Simplifying Radicals Lesson Plan

Objective:

Students will be able to simplify radicals by factoring out perfect squares, add and subtract radicals with like terms, multiply radicals, and divide radicals correctly.

Assessment:

Students will be given a worksheet with a variety of radical expressions to simplify using the key points covered in the lesson.

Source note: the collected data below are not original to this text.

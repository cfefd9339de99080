"""The demonstrations that come with the program: each shows what it says."""

import re
from functools import cache
from pathlib import Path

import pytest

from tuner.files.demonstrations import Staged, read
from tuner.places import demonstrations
from tuner.rehearse.account import Account
from tuner.rehearse.rehearsal import Rehearsal
from tuner.rehearse.script import Played, Script

FILES = sorted(demonstrations().glob("*.toml"))
every_one = pytest.mark.parametrize("file", FILES, ids=lambda file: file.stem)

LONGEST_SENTENCE = 120


@cache
def played(file: Path) -> tuple[Staged, Rehearsal, tuple[Played, ...], tuple[str, ...]]:
    """Return a demonstration, the loop at its end, what was done, and what happened."""
    staged = read(file)
    rehearsal = Rehearsal(staged.sheet)
    script, account = Script(staged.demonstration, rehearsal), Account(rehearsal)
    done: list[Played] = []
    while True:
        done += script.play()
        account.look()
        if script.over:
            return staged, rehearsal, tuple(done), tuple(account.sentences())
        account.follow(rehearsal.advance(script.room(500)))


def factors(spell: str) -> tuple[float, float]:
    """Return the measured and the predicted growth that a sentence tells."""
    measured, predicted = re.findall(r"(?:a factor of|the pole says) ([0-9.]+[0-9])", spell)
    return float(measured), float(predicted)


def test_there_are_two_that_say_they_are_invented() -> None:
    """Both begin with a comment that says so."""
    assert len(FILES) == 2
    assert all(file.read_text(encoding="utf-8").startswith("# Invented for this program: ") for file in FILES)


@every_one
def test_each_plays_to_its_end(file: Path) -> None:
    """Nothing in it is refused, every action is done at its time, and its sentences are short enough to be read."""
    staged, rehearsal, done, _ = played(file)
    assert not [entry.words for entry in done if "refused" in entry.words]
    late = [entry.time - action.at for entry, action in zip(done, staged.demonstration.actions, strict=True)]
    assert all(-1e-9 <= one <= rehearsal.sample_time for one in late)
    assert all(len(entry.say) <= LONGEST_SENTENCE for entry in done)


@every_one
def test_each_goes_unstable_and_is_brought_back(file: Path) -> None:
    """The loop is unstable for a while, as the pole says to 5 %, and at rest at the end."""
    staged, rehearsal, _, told = played(file)
    spells = [sentence for sentence in told if sentence.startswith("Unstable from")]
    assert spells
    for spell in spells:
        measured, predicted = factors(spell)
        assert measured == pytest.approx(predicted, rel=0.05)
        assert measured > 1.1
    assert rehearsal.stable
    resting = staged.sheet.loop.controlled.resting
    assert rehearsal.advance(2000).y[-1] == pytest.approx(resting, abs=0.01 * staged.sheet.trial.reference)


def test_the_heater_grows_step_by_step() -> None:
    """Each more eager tuning grows faster than the one before."""
    _, _, _, told = played(demonstrations() / "heater_too_eager.toml")
    found = [factors(spell)[0] for spell in told if spell.startswith("Unstable from")]
    assert len(found) == 2
    assert found[0] < found[1]
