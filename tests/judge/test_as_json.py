"""The shape of the object that other programs read."""

import json

import pytest

from tests.judge.invented import member, sheet
from tuner.judge.as_json import as_json
from tuner.judge.assessment import Instability
from tuner.judge.verdict import judge
from tuner.model.measures import MEASURES

NAMES = [measure.name for measure in MEASURES]


def test_the_keys_and_their_order() -> None:
    """Exactly the agreed keys; traces only when asked for."""
    found = as_json(judge(sheet({"overshoot": 8.0}), [member()]))

    assert list(found) == ["title", "verdict", "family_size", "nominal", "worst", "limits", "poles", "notes"]
    assert list(found["nominal"]) == ["stable", *NAMES]
    assert list(found["worst"]) == NAMES
    assert found["worst"]["overshoot"] == {"value": 1.0, "plant": "nominal"}
    assert (found["title"], found["verdict"], found["family_size"]) == ("Kiln zone", "met", 1)


def test_poles_come_with_their_conjugates_rightmost_first() -> None:
    """Pairs of real and imaginary part, the upper one of a conjugate pair first."""
    poles = (-2.0 + 0j, -0.5 - 1j, -0.5 + 1j)

    assert as_json(judge(sheet(), [member(poles=poles)]))["poles"] == [[-0.5, 1.0], [-0.5, -1.0], [-2.0, 0.0]]


def test_traces_hold_the_nominal_runs() -> None:
    """Four signals of equal length in either run."""
    runs = as_json(judge(sheet(), [member()]), traces=True)["traces"]

    assert list(runs) == ["reference", "disturbance"]
    assert {len(runs["reference"][key]) for key in ("t", "r", "y", "u")} == {1201}
    assert runs["reference"]["y"][-1] == pytest.approx(10.0, rel=1e-4)


def test_numbers_are_strict_json() -> None:
    """Infinity is a text, what is missing is null, and a strict writer takes all of it."""
    family = [member(gain_margin=float("inf"), rise_time=None)]

    read = json.loads(json.dumps(as_json(judge(sheet({"gain_margin": 2.0}), family), traces=True), allow_nan=False))

    assert read["nominal"]["gain_margin"] == "inf"
    assert read["nominal"]["rise_time"] is None
    assert read["limits"] == [{"measure": "gain_margin", "limit": 2.0, "value": "inf", "plant": "nominal", "met": True}]


def test_an_unstable_loop_says_how_it_runs_away() -> None:
    """The extra key is there only for an unstable verdict."""
    runaway = Instability("nominal", 0.0, float("inf"), 2.0, "kp", 7.2, "Unstable.")
    found = as_json(judge(sheet(), [member(stable=False)], runaway))

    assert found["instability"] == {
        "plant": "nominal",
        "growth": 0.0,
        "doubling_time": "inf",
        "frequency": 2.0,
        "gain": "kp",
        "edge": 7.2,
        "sentence": "Unstable.",
    }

They must also complete problems involving adding, subtracting, multiplying, and dividing radicals to demonstrate their understanding.

Key Points:

• Simplify Radicals: One way to simplify a radical is to factor out the perfect squares.

  • Formula: If √a * √a = a, then √(a^2) = a

• Adding Radicals: When adding radicals, you can only combine radicals with the same number underneath it.

  • Formula: √a + √a = 2√a

• Multiplying Radicals: To multiply two radicals, multiply what is under the radicals and what is in front.

  • Formula: √a * √b = √(ab)

• Dividing Radicals: To divide radicals, you need to simplify the denominator, which means multiplying the top and bottom of the fraction by the radical in the denominator.

  • Formula: √a / √b = √(a*b) / b

Opening:

• Begin the lesson by asking students to consider why simplifying radicals is important in mathematics.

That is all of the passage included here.